Adoption is like anything else. Sometimes there are bad outcomes. But my experience as an adoptive parent, and as someone with a large circle of friends in similar circumstances, is that usually the outcomes are very good – especially when compared to the alternatives. Many birthmothers who give up their children are in screwed-up circumstances – poverty, drugs, crime, or are simply too immature to be a decent parent. On the other side of the equation are generally mature, well-educated adoptive parents who can provide a vastly superior level of security, education, and hopefully love and affection. These people have typically been through a long and wrenching period of dealing with their infertility issues, and being able to parent is an unbelievably precious gift after that ordeal.

That said, there are a couple things that I’m uncomfortable with. I remember talking to a pair of young birthparents who were so happy to know that someone would take their child and give him or her a good life. A couple of days later, they’d been contacted by a few other families, and a bidding war started. That’s an ugly term, but in this case it’s correct. That same lovely couple did a Jekyll/Hyde transition and were very clear that they wanted to cut the best deal that they could.

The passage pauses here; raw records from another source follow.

"""Problem-level checks of the SCF: the HF-energy assertion, fallbacks and stability in ``summary()``."""

import warnings

import numpy as np
import pytest
from pyscf import gto, scf

import groundkit as gk
from groundkit import chemistry
from groundkit import problem as problem_module

from .conftest import diatomic


def _pyscf_rhf(r: float):
    """H2/STO-3G RHF built in the test by PySCF itself."""
    mol = gto.M(atom=f"H 0 0 0; H 0 0 {r}", basis="sto-3g", verbose=0)
    return scf.RHF(mol).run(conv_tol=1e-10)


# the HF determinant's energy is the SCF energy, checked for every problem built (DESIGN.md §5.3, §5.13) ---------
def test_inconsistent_integrals_raise_naming_both_energies(monkeypatch):
    original = chemistry.active_integrals

    def shifted(scf_solution, core, active, *orbitals):
        core_energy, h1, h2 = original(scf_solution, core, active, *orbitals)
        return core_energy + 1e-6, h1, h2  # a fault of one µHa in the core energy

    monkeypatch.setattr(chemistry, "active_integrals", shifted)
    spec = diatomic("Li", "H", 1.5949)  # NIST CCCBDB experimental r_e (from memory)
    with pytest.raises(gk.IntegralConsistencyError) as caught:
        gk.Problem(spec, gk.ActiveSpace(electrons=2, orbitals=2))
    message = str(caught.value)
    e_scf = chemistry.solve_scf(spec).energy
    assert f"{e_scf:.10f}" in message and f"{e_scf + 1e-6:.10f}" in message and "internal error" in message
    assert not issubclass(gk.IntegralConsistencyError, gk.GroundkitError)  # an internal fault surfaces in studies
    # in natural orbitals the check compares with PySCF's energy of the determinant's density instead
    with pytest.raises(gk.IntegralConsistencyError, match="energy of that determinant's density"):
        gk.Problem(spec, gk.ActiveSpace(electrons=2, orbitals=2, orbital_set="ccsd-natural"))


def test_consistent_integrals_pass_the_check(h2o):
    problem = gk.Problem(h2o, gk.ActiveSpace(electrons=4, orbitals=4))
    mf = scf.RHF(gto.M(atom=list(zip(h2o.symbols, h2o.coordinates)), basis="sto-3g", verbose=0)).run(conv_tol=1e-10)
    assert problem.hf_energy == pytest.approx(mf.e_tot, abs=1e-8)  # PySCF RHF energy (reference library)


def test_determinant_energy_matches_pyscf_for_an_excited_determinant(h2o):
    """The vectorised Slater–Condon sum against PySCF's FCI energy of a single-determinant CI vector."""
    from pyscf import fci

    problem = gk.Problem(h2o, gk.ActiveSpace(electrons=4, orbitals=4))
    alpha, beta = [0, 2], [1, 3]
    norb = problem.n_orbitals
    strings = fci.cistring.make_strings(range(norb), 2)
    ci = np.zeros((len(strings), len(strings)))
    ci[list(strings).index(0b0101), list(strings).index(0b1010)] = 1.0
    expected = fci.direct_spin1.energy(problem.h1, problem.h2, ci, norb, (2, 2)) + problem.core_energy
    got = problem_module.determinant_energy(problem.h1, problem.h2, problem.core_energy, alpha, beta)
    assert got == pytest.approx(expected, abs=1e-10)  # PySCF FCI (reference library)


# stability and fallbacks in the summary (DESIGN.md §5.15) ----------------------------------------------------------
def test_stretched_h2_is_rhf_to_uhf_unstable_and_the_summary_says_so():
    r = 2.5  # Å: far beyond the Coulson–Fischer point of H2, where the RHF solution becomes UHF-unstable
    mf = _pyscf_rhf(r)
    _, _, internal, external = mf.stability(internal=True, external=True, return_status=True)
    assert internal and not external  # PySCF stability analysis (reference library)
    uhf = scf.UHF(mf.mol)
    dm_a, dm_b = np.diag([1.0, 0.0]), np.diag([0.0, 1.0])  # alpha on one atom, beta on the other
    uhf.conv_tol = 1e-10
    uhf.kernel(dm0=np.array((dm_a, dm_b)))
    assert uhf.converged
    assert uhf.e_tot < mf.e_tot - 1e-3  # PySCF UHF lies below RHF: the instability is real
    problem = diatomic("H", "H", r).pipeline().problem()
    with pytest.warns(gk.ScfInstabilityWarning, match="RHF→UHF"):
        text = problem.summary()
    assert "SCF stability: UNSTABLE" in text and "RHF→UHF" in text
    assert problem.scf.stable is False and "UHF" in problem.scf.instability
    assert problem.scf_stability.internal and problem.scf_stability.external is False


def test_equilibrium_h2_is_stable_and_warns_nothing():
    r = 0.7414  # NIST CCCBDB experimental r_e (from memory)
    mf = _pyscf_rhf(r)
    _, _, internal, external = mf.stability(internal=True, external=True, return_status=True)
    assert internal and external  # PySCF stability analysis (reference library)
    chemistry.clear_cache()
    with warnings.catch_warnings(record=True) as caught:
        warnings.simplefilter("always")
        problem = gk.Problem(diatomic("H", "H", r))
        text = problem.summary()
    assert not [w for w in caught if issubclass(w.category, gk.ScfWarning)]
    assert "SCF stability: stable (internal and RHF→UHF stability analysis)" in text
    assert problem.scf.stable and problem.scf.instability is None and not problem.scf.needed_fallback
    assert "DIIS: converged in" in text


def test_open_shell_stability_is_internal_only():
    """ROHF: the internal analysis, as PySCF's own ROHF stability analysis reports it."""
    nh2 = gk.MoleculeSpec.from_xyz("N 0 0 0\nH 0.8018 0 0.6370\nH -0.8018 0 0.6370", multiplicity=2)
    mol = gto.M(atom="N 0 0 0; H 0.8018 0 0.6370; H -0.8018 0 0.6370", basis="sto-3g", spin=1, verbose=0)
    _, _, internal, _ = scf.ROHF(mol).run(conv_tol=1e-10).stability(return_status=True)
    stability = gk.Problem(nh2).scf_stability
    assert stability.internal == internal  # PySCF stability analysis (reference library)
    assert stability.external is None and stability.method == "ROHF"


def test_a_fallback_is_named_in_the_summary(monkeypatch):
    spec = diatomic("N", "N", 1.0977)  # NIST CCCBDB experimental r_e (from memory)
    chemistry.clear_cache()
    monkeypatch.setattr(chemistry, "SCF_MAX_CYCLES", (2, 300, 100))
    try:
        with pytest.warns(gk.ScfFallbackWarning, match="DIIS: not converged after 2 cycles"):
            problem = gk.Problem(spec, gk.ActiveSpace(electrons=6, orbitals=6))
        text = problem.summary()
    finally:
        chemistry.clear_cache()
    assert "after a fallback: DIIS: not converged after 2 cycles; DIIS with level shift 0.5 Ha: converged" in text
    mf = scf.RHF(gto.M(atom="N 0 0 0; N 0 0 1.0977", basis="sto-3g", verbose=0)).run(conv_tol=1e-10)
    assert problem.scf_energy == pytest.approx(mf.e_tot, abs=1e-8)  # PySCF RHF energy (reference library)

The other one that really burns me is foreign baby brokers. A poor South American mother gives up her baby for two hundred dollars to a local broker who charges five thousand to the American lawyer who charges another ten thousand plus a bunch of miscellaneous fees. Frankly, I can almost see giving the birth mother $20K to lift her out of poverty, but the idea of giving her a couple hundred bucks and a couple of profiteers the rest just drives me nuts.  Not that all agencies are like that by any means, but it definitely happens.

Lastly, I believe in a full open adoption as long as all parties are sane enough to deal.  Personally, we have an open-door policy to both birthparents and their families (within reason) and have actually vacationed with the birthmother’s family. I believe that it’s very important to hide nothing, to let the child drive the interactions, because it’s their well-being that should trump all.

Update from a reader:

Reading that article about the anti-adoption element really gets to me. See, I’m an adopted child. I had a good life with loving parents who I like to think did a good job raising me. One thing I seemed to miss in that article was a concern for the kids. Lots of concern for the people that gave up children for adoption (and they deserve plenty. Carrying a child to term is not easy, quick, or cheap, unlike an abortion), but none for the kids. I think the needs and well-being of the kids ought to be of more concern than that of the adults.